第5話 推しに特定されました。

 ボッ、と、辰巳の心臓が肋骨を飛び出ようとする。


 胸を押さえると、今度は喉元までせり上がってきた。びょんびょんと心臓が飛び回り、せわしなく感情が飛び交う。駆けめぐる血流に全身が痛むようだ。


 自分の顔を見せたくなくて、何かをうつしてしまうのも怖くて、マスクをあわててつける。
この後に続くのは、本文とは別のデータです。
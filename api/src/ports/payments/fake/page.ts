import { testCards } from './cards.js';
import type { FakeSession } from './state.js';

const escapes: Readonly<Record<string, string>> = { '&': '&amp;', '<': '&lt;', '>': '&gt;', '"': '&quot;' };
const escapeHtml = (text: string) => text.replace(/[&<>"]/g, (sign) => escapes[sign] ?? sign);

function money(amount: number, currency: string): string {
  const format = new Intl.NumberFormat('en-US', { style: 'currency', currency: currency.toUpperCase() });
  return format.format(amount / 10 ** (format.resolvedOptions().maximumFractionDigits ?? 2));
}

const frame = (title: string, body: string) => `<!doctype html>
<html lang="en">
<head>
<meta charset="utf-8">
<meta name="viewport" content="width=device-width, initial-scale=1">
<meta name="robots" content="noindex">
<title>${escapeHtml(title)}</title>
<style>
body { margin: 0; padding: 32px 16px; background: #fbf8f2; color: #16202e; font: 16px/1.5 sans-serif; }
main { max-width: 460px; margin: 0 auto; }
h1 { font-size: 24px; line-height: 1.25; margin: 0 0 8px; }
.sum { font-size: 32px; font-weight: 600; margin: 0 0 24px; }
.note { padding: 12px 16px; border-left: 4px solid #b3261e; background: #fff; margin: 0 0 24px; }
button { display: block; width: 100%; min-height: 48px; margin: 0 0 12px; padding: 8px 16px; border: 1px solid #16202e;
  border-radius: 4px; background: #fff; color: inherit; font: inherit; text-align: left; cursor: pointer; }
button:focus-visible, a:focus-visible { outline: 3px solid #1f6feb; outline-offset: 2px; }
a { color: inherit; }
small { color: #4a5563; }
</style>
</head>
<body>
<main>
${body}
</main>
</body>
</html>
`;

/** The page on which a payer would give a card. Here they choose how it behaves. */
export function payPage(session: FakeSession, declined: boolean): string {
  const buttons = testCards.map(
    ({ id, label }) => `<button type="submit" name="card" value="${id}">${escapeHtml(label)}</button>`,
  );
  const back =
    session.cancelUrl === ''
      ? ''
      : `<p><a href="${escapeHtml(session.cancelUrl)}">Back without paying</a></p>`;
  return frame(
    'Pay by card (local stand-in)',
    `<h1>${escapeHtml(session.name)}</h1>
<p class="sum">${escapeHtml(money(session.amount, session.currency))}</p>
${declined ? '<p class="note" role="alert">The card was declined. Nothing was charged. Please try another one.</p>' : ''}
<form method="post">
${buttons.join('\n')}
</form>
${back}
<p><small>This page stands in for the card service on this computer. No money moves.</small></p>`,
  );
}

export function endPage(session: FakeSession): string {
  const [title, say] =
    session.status === 'complete'
      ? ['Already paid', 'This payment has been made. There is nothing more to do here.']
      : ['No longer open', 'This page is no longer open. Please begin the payment again.'];
  const back = session.cancelUrl === '' ? '' : `<p><a href="${escapeHtml(session.cancelUrl)}">Back</a></p>`;
  return frame(title, `<h1>${title}</h1>\n<p>${say}</p>\n${back}`);
}

export const nothingHere = (): string =>
  frame('Nothing here', '<h1>Nothing here</h1>\n<p>There is no payment at this address.</p>');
 先ほどまで薄暗い居酒屋だったのに、今は妙にまぶしく感じられる。

 辰己はゆっくりと深呼吸し、どうにか一言呟いた。


「なんで……」

「それは『どうやって』、『どうして』、どっちの質問だ?」


 端的に問い返す口調に、辰己はぎゅっと目をつむる。


 確かに推しだ。

 マスコミからの、颯大についての質問を無視しているときと同じ、芯の強さのある声は、間近で聞くと恐ろしさすらあった。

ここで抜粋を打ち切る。